◆ Collected data
= = = = = = =
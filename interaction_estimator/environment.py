"""Environment-parameter filter: an adaptive Kalman filter on the object's parameters.

Along the manipulation direction the object is modelled as

    f = mass * x'' + damping * x' + stiffness * x + static_force      (N)

with theta = [mass (kg), damping (N·s/m), stiffness (N/m), static_force (N)] and the regressor
row h = [x'' (m/s^2), x' (m/s), x (m), 1]. The parameters follow a random walk,
theta_k = theta_{k-1} + w_k with w_k ~ N(0, diag(process_std^2) * dt), and the measurement is
f_k = h_k theta_k + v_k with v_k ~ N(0, R). This is a linear Kalman filter with F = I and a
time-varying 1x4 measurement matrix h_k (Kalman 1960; the same equations as filterpy's
``KalmanFilter``, with the Joseph-form covariance update of Bucy and Joseph 1968).

On top of it (each one cited where it is implemented):

- measurement-noise adaptation, fading-memory Sage-Husa (Sage and Husa 1969) or covariance
  matching over a window (Mehra, IEEE TAC 1972), both in the residual form of Mohamed and
  Schwarz (J. Geodesy 1999) so that R stays positive, and floored;
- optional diagonal Sage-Husa process-noise adaptation, floored at zero;
- non-negative mass, damping and stiffness by projecting the estimate onto the constraint with
  the weight P^-1 (Simon and Chia 2002; Simon 2010);
- excitation monitoring: a parameter whose regressor is not excited is a "consider" parameter
  (Schmidt 1966): its uncertainty enters the innovation variance, but its gain is zero, so it
  keeps its prior;
- consistency by the normalized innovation squared (NIS) against two-sided chi-square bounds
  (Bar-Shalom, Li and Kirubarajan 2001), and change detection by a one-sided CUSUM of the NIS
  (Page 1954), which inflates the covariance.

Memory is bounded (fixed-size windows only). An update works on plain Python floats (4-vectors
and the 10 distinct entries of the symmetric 4x4 covariance, written out): that costs a few
microseconds, where numpy calls on such small arrays cost about a microsecond each. scipy is used
only when settings are applied.
"""
from __future__ import annotations

import math
from typing import NamedTuple

import numpy as np

from .samples import SampleRejected
from .settings import Settings, SettingsError

PARAMETER_NAMES = ("mass", "damping", "stiffness", "static_force")
PARAMETER_UNITS = ("kg", "N·s/m", "N/m", "N")
REGRESSOR_NAMES = ("acceleration", "velocity", "position", "one")
REGRESSOR_UNITS = ("m/s^2", "m/s", "m", "1")
NIS_CONFIDENCE = 0.95  # two-sided probability of the NIS interval (Bar-Shalom et al. 2001)

_H_LABELS = ("h[0] (x'', m/s^2)", "h[1] (x', m/s)", "h[2] (x, m)", "h[3] (constant 1)")


def _flag_array(bits: int) -> np.ndarray:
    a = np.array([bool(bits >> i & 1) for i in range(4)])
    a.setflags(write=False)
    return a


# the (4,) bool arrays of every flag pattern, read-only and shared by the records that carry them
_FLAGS = tuple(_flag_array(bits) for bits in range(16))


class FilterStep(NamedTuple):
    """One record per update; all SI.

    theta (4,): estimate [kg, N·s/m, N/m, N]. std (4,): standard deviations, same units.
    innovation: f - h theta_prior, N. innovation_var: S = h P h^T + R, N^2.
    nis: innovation^2 / S. nis_average: mean NIS over the last filter.nis_window updates.
    nis_bounds: two-sided 95 % chi-square interval of that average (chi2(n)/n, n the number of
    updates averaged). measurement_var: R used at this step, N^2.
    excitation (4,): RMS of each regressor [x'' m/s^2, x' m/s, x m, 1] over the excitation window.
    excited (4,) bool: the parameter was updated at this step. converged (4,) bool: excited and
    std below filter.converged_std or filter.converged_rel_std * |theta|. Both read-only (shared).
    change: "" or why a change was declared at (or just before) this step.
    samples: updates since the last reset, this one included.
    pattern: the excited flags as bits 0-3 and the converged flags as bits 4-7 (for Health).
    """

    theta: np.ndarray
    std: np.ndarray
    innovation: float
    innovation_var: float
    nis: float
    nis_average: float
    nis_bounds: tuple[float, float]
    measurement_var: float
    excitation: np.ndarray
    excited: np.ndarray
    converged: np.ndarray
    change: str
    samples: int
    pattern: int = 0


class _WindowMean:
    """Mean of the last ``size`` floats: fixed-size ring buffer and a running sum.

    The sum is recomputed exactly (math.fsum) each time the buffer wraps, so rounding errors
    do not accumulate; cost O(1) amortized, memory O(size).
    """

    __slots__ = ("size", "buf", "index", "count", "total")

    def __init__(self, size: int):
        self.size = int(size)
        self.buf = [0.0] * self.size
        self.index = 0
        self.count = 0
        self.total = 0.0

    def push(self, value: float) -> float:
        """Add ``value``; return the mean of the window."""
        i = self.index
        self.total += value - self.buf[i]
        self.buf[i] = value
        i += 1
        if self.count < self.size:
            self.count += 1
        if i == self.size:
            i = 0
            self.total = math.fsum(self.buf)
        self.index = i
        return self.total / self.count
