def _commissioning() -> ScenarioSpec:
    """Every joint back and forth at several speeds, touching nothing (our own numbers).

    Three sinusoids per joint, at frequencies that differ from joint to joint, so that every
    joint sweeps through slow and fast speeds in both directions. The heavy joints (the base's
    x, y and yaw, the shoulder, the upper arm and the elbow) move in long, slow strokes (main
    terms below 0.2 Hz, none above 1 Hz): their speed then changes slowly, which is what
    separates viscous from Coulomb friction, and their accelerations stay small. The efforts
    are held over each sample interval while the observer integrates them by the trapezoid
    rule; from fast motion of a heavy joint this biases the identified viscous friction low,
    by an amount proportional to the sample interval that grows with the joint's inertia and
    with how fast its speed changes (seen on the base at 1 kHz without noise: -7 to -12 % with
    the whole amplitude ramped in over 1 s, about -2 % with this motion; half at 2 kHz).
    Peak speeds stay below 60 % of the URDF's velocity limits (1.5 m/s base, 2 rad/s yaw and
    arm; :attr:`JointSweep.peak_speed`); the base stays within 1.2 m and the arm stays near
    its preferred posture, well inside its joint limits, with the tool above the floor and
    clear of the base.
    """
    def sweep(joint: str, centre: float, *terms: tuple[float, float, float]) -> JointSweep:
        return JointSweep(joint, centre, tuple(Wiggle(a, f, ph) for a, f, ph in terms))

    a = _ARM_PREFERRED
    motion = (  # amplitude rad (m), frequency Hz, phase rad
        sweep("marten_base_x", 0.0, (0.45, 0.10, 0.0), (0.18, 0.17, 1.1), (0.03, 0.31, 2.3)),
        sweep("marten_base_y", 0.0, (0.40, 0.09, 0.7), (0.18, 0.15, 2.0), (0.03, 0.29, 0.4)),
        sweep("marten_base_yaw", 0.0, (0.45, 0.08, 0.3), (0.20, 0.19, 1.6), (0.04, 0.43, 2.9)),
        sweep("marten_shoulder_yaw", a[0], (0.35, 0.13, 1.9), (0.15, 0.31, 0.2),
              (0.03, 0.67, 1.3)),
        sweep("marten_shoulder_pitch", a[1], (0.22, 0.15, 0.9), (0.10, 0.34, 2.6),
              (0.02, 0.71, 0.5)),
        sweep("marten_upper_arm_roll", a[2], (0.32, 0.17, 2.4), (0.12, 0.41, 0.8),
              (0.03, 0.93, 1.7)),
        sweep("marten_elbow_pitch", a[3], (0.28, 0.19, 0.1), (0.10, 0.43, 1.4),
              (0.025, 0.97, 2.7)),
        sweep("marten_forearm_roll", a[4], (0.29, 0.33, 1.2), (0.07, 0.89, 2.2),
              (0.015, 2.03, 0.6)),
        sweep("marten_wrist_pitch", a[5], (0.28, 0.37, 2.8), (0.06, 0.97, 0.3),
              (0.013, 2.11, 1.5)),
        sweep("marten_wrist_roll", a[6], (0.24, 0.41, 0.5), (0.06, 1.07, 1.8),
              (0.012, 2.31, 2.5)),
    )
    return ScenarioSpec(
        name="commissioning",
        description="Marten touches nothing and moves every joint, the base's x, y and yaw"
                    " included, back and forth at several speeds: data for identifying bias,"
                    " friction and noise (no object, no contact, no object parameters).",
        duration=20.0, settings={}, direction_kind="none", hold=0.5, ramp=1.0,
        joint_motion=motion)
= = = = = = =
◆ What is required
Check every line of the entries above for the word "amplitude" and report how many lines contain it, giving the number only.

◆ Problem solution
2